= Ivane Kazbegi =

Ivane Kazbegi (ივანე ყაზბეგი; Jan [Iwan] Kazbek; Иван Николаевич Казбек, Ivan Nikolayevich Kazbek) (June 11, 1860 — December 2, 1943) was a Georgian soldier, who served, successively, in the Imperial Russian, Georgian and Polish armies.

Ivane Kazbegi was born into the family of noble descent. Trained at a military college in St. Petersburg, he joined the Imperial Russian army in 1878. As an artillery lieutenant-colonel, he took part in the Russo-Japanese war of 1904-05. He was promoted to the rank of colonel in 1912 and to that of major-general in 1915. During World War I, Kazbegi was a deputy commander of the Caucasian Grenadier Artillery Brigade. After Georgia's declaration of independence in 1918, he served for the Georgian Ministry of War and headed its administrative division.

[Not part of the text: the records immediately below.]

"""The contract of `evaluators.interface` as tests that any evaluator inherits.

    from conformance import EvaluatorConformance
    from machines import FAMILIES

    @pytest.mark.parametrize("numbers", FAMILIES, scope="class")
    class TestMine(EvaluatorConformance):
        name = "mine"
        bad_settings = ({"finesse": -1},)

        def build(self, task):
            return MyEvaluator(task, {})

`numbers` are slots, pole pairs and suspension pole pairs of the family. A third-party package can
do the same with this folder on its `pythonpath`.
"""

from __future__ import annotations

import pickle
from collections.abc import Mapping
from typing import ClassVar

import machines
import numpy as np
import pytest
from numpy.typing import NDArray

from evaluators import interface
from evaluators.interface import Capability, Evaluations, Evaluator, EvaluatorError, Status
from evaluators.machine.geometry.variables import VARIABLE_NAMES
from evaluators.machine.metrics import METRICS
from evaluators.machine.task.task import Task

FloatArray = NDArray[np.float64]
ROWS = 12
TURN = "rotor angle, rad"

INVALID: dict[str, dict[str, float]] = {
    "no room for a shaft": {"magnet_thickness_mm": 19.0},
    "closed slot": {"tip_span_ratio": 1.999},
    "negative length": {"clearance_mm": -0.5},
    "not a number": {"yoke_ratio": float("nan")},
    "infinite": {"slot_depth_ratio": float("inf")},
}


class EvaluatorConformance:
    """Inherit, state the class attributes, and write `build`."""

    name: ClassVar[str]
    """Entry point under which the evaluator is installed."""
    settings: ClassVar[Mapping[str, object]] = {}
    """Settings with which `build` makes the evaluator."""
    bad_settings: ClassVar[tuple[Mapping[str, object], ...]] = ({"no_such_setting": 1},)
    """Settings of one key each that must be refused."""
    independence: ClassVar[float] = 1e-9
    """Largest relative difference of a row evaluated alone and in a batch: rounding of sums whose
    order depends on the size of the batch. The default allows six digits of cancellation."""
    metrics: ClassVar[tuple[str, ...]] = tuple(metric.name for metric in METRICS)

    def build(self, task: Task) -> Evaluator:
        raise NotImplementedError

    # -- fixtures ---------------------------------------------------------------------------

    @pytest.fixture(scope="class")
    @classmethod
    def task(cls, numbers: machines.Numbers) -> Task:
        return machines.task(*numbers)

    @pytest.fixture(scope="class")
    @classmethod
    def evaluator(cls, task: Task) -> Evaluator:
        return cls().build(task)

    @pytest.fixture(scope="class")
    @classmethod
    def batch(cls) -> dict[str, FloatArray]:
        """Real cross-sections with one impossible row among them."""
        batch = machines.scattered(ROWS, seed=5)
        batch["magnet_thickness_mm"][3] = 19.0
        return batch

    @pytest.fixture(scope="class")
    @classmethod
    def result(cls, evaluator: Evaluator, batch: dict[str, FloatArray]) -> Evaluations:
        return evaluator.evaluate(batch)

    # -- what it says of itself ---------------------------------------------------------------

    def test_satisfies_the_protocol(self, evaluator: Evaluator) -> None:
        assert isinstance(evaluator, Evaluator)
        assert evaluator.name == self.name
        assert evaluator.version
        assert isinstance(evaluator.capabilities, frozenset)
        assert all(isinstance(item, Capability) for item in evaluator.capabilities)
        assert evaluator.metrics == self.metrics

    @pytest.mark.usefixtures("entry_points_found")
    def test_is_found_by_entry_point(self, task: Task, evaluator: Evaluator) -> None:
        found = interface.build(self.name, task, self.settings)
        assert type(found) is type(evaluator)
        assert found.version == evaluator.version

    @pytest.mark.usefixtures("entry_points_found")
    def test_refuses_bad_settings_by_name(self, task: Task) -> None:
        for settings in self.bad_settings:
            (key,) = settings
            with pytest.raises(EvaluatorError, match=key):
                interface.build(self.name, task, settings)

    # -- rows ---------------------------------------------------------------------------------

    def test_returns_every_metric_for_every_row(self, result: Evaluations) -> None:
        assert tuple(result.metrics) == self.metrics
        assert all(column.dtype == np.float64 for column in result.metrics.values())
        assert result.status.shape == result.reason.shape == (ROWS,)
        assert set(result.status.tolist()) <= {item.value for item in Status}

    def test_ok_rows_are_finite_and_others_say_why(self, result: Evaluations) -> None:
        ok = result.status == Status.OK
        assert ok.sum() >= ROWS // 2  # else this suite tests little
        for name, column in result.metrics.items():
            assert np.isfinite(column[ok]).all(), name
            assert np.isnan(column[~ok]).all(), name
        assert (result.reason[ok] == "").all()
        assert all(result.reason[~ok].tolist())

    def test_impossible_row_is_invalid_geometry(self, result: Evaluations) -> None:
        assert result.status[3] == Status.INVALID_GEOMETRY
        assert "magnet_thickness_mm" in result.reason[3]

    @pytest.mark.parametrize("change", INVALID.values(), ids=INVALID.keys())
    def test_no_cross_section_is_a_row(
        self, evaluator: Evaluator, change: dict[str, float]
    ) -> None:
        result = evaluator.evaluate(machines.designs(**change))
        assert result.status.tolist() == [Status.INVALID_GEOMETRY.value]
        assert result.reason[0]
        assert "\n" not in result.reason[0]
        assert all(np.isnan(column).all() for column in result.metrics.values())

    def test_row_that_cannot_do_the_duty_fails_alone(self, evaluator: Evaluator) -> None:
        # A real cross-section, but its current does not even overcome the friction in the gap.
        batch = machines.designs(2)
        batch["current_density_A_mm2"][1] = 1e-3
        result = evaluator.evaluate(batch)
        assert result.status.tolist() == [Status.OK.value, Status.FAILED.value]
        assert result.reason[1]
        for column in result.metrics.values():
            assert np.isfinite(column[0])
            assert np.isnan(column[1])

    def test_empty_batch(self, evaluator: Evaluator) -> None:
        result = evaluator.evaluate(machines.designs(0))
        assert result.status.shape == (0,)
        assert tuple(result.metrics) == self.metrics
        assert all(column.shape == (0,) for column in result.metrics.values())

    # -- purity -------------------------------------------------------------------------------

    def test_repeats_bit_for_bit(
        self, evaluator: Evaluator, batch: dict[str, FloatArray], result: Evaluations
    ) -> None:
        evaluator.evaluate(machines.scattered(2, seed=9))  # must leave no trace
        assert_identical(evaluator.evaluate(batch), result)

    def test_leaves_inputs_alone(self, evaluator: Evaluator) -> None:
        batch = machines.scattered(2, seed=1)
        before = {name: column.copy() for name, column in batch.items()}
        for column in batch.values():
            column.setflags(write=False)
        evaluator.evaluate(batch)
        assert batch.keys() == before.keys()
        for name, column in batch.items():
            assert np.array_equal(column, before[name])

    def test_row_does_not_depend_on_its_batch(
        self, evaluator: Evaluator, batch: dict[str, FloatArray], result: Evaluations
    ) -> None:
        for row in (0, 3, ROWS - 1):
            alone = evaluator.evaluate({name: batch[name][[row]] for name in batch})
            assert_close(alone, result, np.array([row]), self.independence)

    def test_keeps_the_order_of_rows(
        self, evaluator: Evaluator, batch: dict[str, FloatArray], result: Evaluations
    ) -> None:
        order = np.arange(ROWS)[::-1]
        turned = evaluator.evaluate({name: batch[name][order] for name in batch})
        assert_close(turned, result, order, self.independence)

    def test_works_after_pickling(
        self, evaluator: Evaluator, batch: dict[str, FloatArray], result: Evaluations
    ) -> None:
        # As it is sent to worker processes.
        copy = pickle.loads(pickle.dumps(evaluator))  # noqa: S301
        assert_identical(copy.evaluate(batch), result)

    # -- calling errors -----------------------------------------------------------------------

    @pytest.mark.parametrize("name", [VARIABLE_NAMES[0], VARIABLE_NAMES[-1]])
    def test_missing_variable_raises(self, evaluator: Evaluator, name: str) -> None:
        batch = machines.designs(2)
        del batch[name]
        with pytest.raises(ValueError, match=name):
            evaluator.evaluate(batch)

    @pytest.mark.parametrize("shape", [(3,), (2, 1), ()])
    def test_unequal_lengths_raise(self, evaluator: Evaluator, shape: tuple[int, ...]) -> None:
        batch = machines.designs(2)
        batch["yoke_ratio"] = np.ones(shape)
        with pytest.raises(ValueError, match="yoke_ratio"):
            evaluator.evaluate(batch)

    # -- sense --------------------------------------------------------------------------------

    def test_metrics_fit_together(self, result: Evaluations, task: Task) -> None:
        ok = result.status == Status.OK
        value = {name: column[ok] for name, column in result.metrics.items()}
        parts = ("copper", "iron", "magnet", "sleeve", "air_friction")
        total = sum(value[f"loss_{part}_W"] for part in parts)
        power = task.duty.power
        # Sums of the same numbers: rounding only.
        np.testing.assert_allclose(value["loss_total_W"], total, rtol=1e-12)
        np.testing.assert_allclose(value["efficiency"], power / (power + total), rtol=1e-12)
        places = value["loss_teeth_W"] + value["loss_yoke_W"]
        mechanisms = [value[f"loss_iron_{name}_W"] for name in ("hysteresis", "eddy", "excess")]
        np.testing.assert_allclose(value["loss_iron_W"], places, rtol=1e-12)
        np.testing.assert_allclose(value["loss_iron_W"], np.sum(mechanisms, axis=0), rtol=1e-12)
        assert np.all(np.array(mechanisms) >= 0.0)
        # All that brakes the rotor; a field solved with induced currents has theirs in it.
        braked = power + value["loss_air_friction_W"] + value["loss_iron_W"]
        rotor = value["loss_magnet_W"] + value["loss_sleeve_W"]
        made = value["torque_Nm"] * task.duty.speed
        induced = np.any(value["force_angle_bias_deg"] != 0.0)
        np.testing.assert_allclose(made, braked if induced else braked + rotor, rtol=1e-9)
        np.testing.assert_allclose(
            value["force_per_weight"], value["force_N"] / value["rotor_weight_N"], rtol=1e-12
        )
        for part in parts:
            assert (value[f"loss_{part}_W"] >= 0.0).all()

    # -- waveforms ----------------------------------------------------------------------------

    @pytest.fixture(scope="class")
    @classmethod
    def waves(cls, evaluator: Evaluator) -> dict[str, interface.Waveform]:
        if Capability.WAVEFORMS not in evaluator.capabilities:
            pytest.skip("declares no waveforms")
        return {wave.name: wave for wave in evaluator.waveforms(machines.DESIGN)}

    def test_waveforms_cover_one_turn(self, waves: dict[str, interface.Waveform]) -> None:
        assert {"torque", "force along x, commanded along x"} <= waves.keys()
        for wave in waves.values():
            assert wave.unit
            assert wave.positions.shape == wave.values.shape
            assert np.isfinite(wave.values).all()
            step = np.diff(wave.positions)
            assert (step > 0.0).all()
            if wave.axis == TURN:
                # Equal steps from zero, the end point is the beginning of the next turn.
                assert wave.positions[0] == 0.0
                np.testing.assert_allclose(step, step[0], rtol=1e-9)
                assert wave.positions[-1] + step[0] == pytest.approx(2.0 * np.pi, rel=1e-9)

    def test_waveforms_agree_with_metrics(
        self, evaluator: Evaluator, waves: dict[str, interface.Waveform]
    ) -> None:
        result = evaluator.evaluate(machines.designs())
        value = {name: float(column[0]) for name, column in result.metrics.items()}
        length = 1e-3 * value["stack_length_mm"]
        torque = waves["torque"].values
        # Waveforms hold at the magnet temperature of the study, metrics at the solved one.
        task = machines.task()
        remanence = task.materials.magnet.remanence
        warm = float(
            remanence.at(value["magnet_temperature_C"])
            / remanence.at(task.conditions.magnet_temperature)
        )
        # The same numbers by the same route, so rounding only.
        assert torque.mean() * warm * length == pytest.approx(value["torque_Nm"], rel=1e-6)
        assert np.ptp(torque) / torque.mean() == pytest.approx(value["torque_ripple"], rel=1e-6)
        along = waves["force along x, commanded along x"].values
        across = waves["force along y, commanded along x"].values
        mean = along.mean() + 1j * across.mean()
        assert abs(mean) * warm * length == pytest.approx(value["force_N"], rel=1e-3)
        # The command points along x; the angle left is that of eddy currents, if any are solved.
        assert abs(np.angle(mean, deg=True)) < 10.0

    def test_waveforms_of_no_cross_section_raise(
        self, evaluator: Evaluator, waves: dict[str, interface.Waveform]
    ) -> None:
        assert waves
        with pytest.raises(ValueError, match="magnet_thickness_mm"):
            evaluator.waveforms({**machines.DESIGN, "magnet_thickness_mm": 19.0})


def assert_identical(first: Evaluations, second: Evaluations) -> None:
    """Every number, status and reason the same, NaN included."""
    assert first.status.tolist() == second.status.tolist()
    assert first.reason.tolist() == second.reason.tolist()
    for name, column in first.metrics.items():
        assert np.array_equal(column, second.metrics[name], equal_nan=True), name


def assert_close(
    part: Evaluations, whole: Evaluations, rows: NDArray[np.int64], tolerance: float
) -> None:
    """`part` equals the stated rows of `whole`, relative to the column's largest number."""
    assert part.status.tolist() == whole.status[rows].tolist()
    assert part.reason.tolist() == whole.reason[rows].tolist()
    for name, column in part.metrics.items():
        scale = np.nanmax(np.abs(whole.metrics[name]))
        np.testing.assert_allclose(
            column, whole.metrics[name][rows], rtol=tolerance, atol=tolerance * scale, err_msg=name
        )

The Soviet invasion of Georgia in 1921 forced him into exile to Constantinople, whence he moved to Poland in 1922. Like many of his Georgian colleagues, Kazbegi became a contract officer for the Polish army. In 1926, he became a major general in the Polish service and lectured at the Military Academy. He retired in 1934 and died in Warsaw, being interred at the Powązki Military Cemetery.

After Kazbegi's emigration, his wife Ekaterine Chichua and their younger son Nika stayed in Soviet Georgia. Nika Kazbegi (1908–1983) made a career as a set designer and won the title of Honored Artist of Georgia in 1951.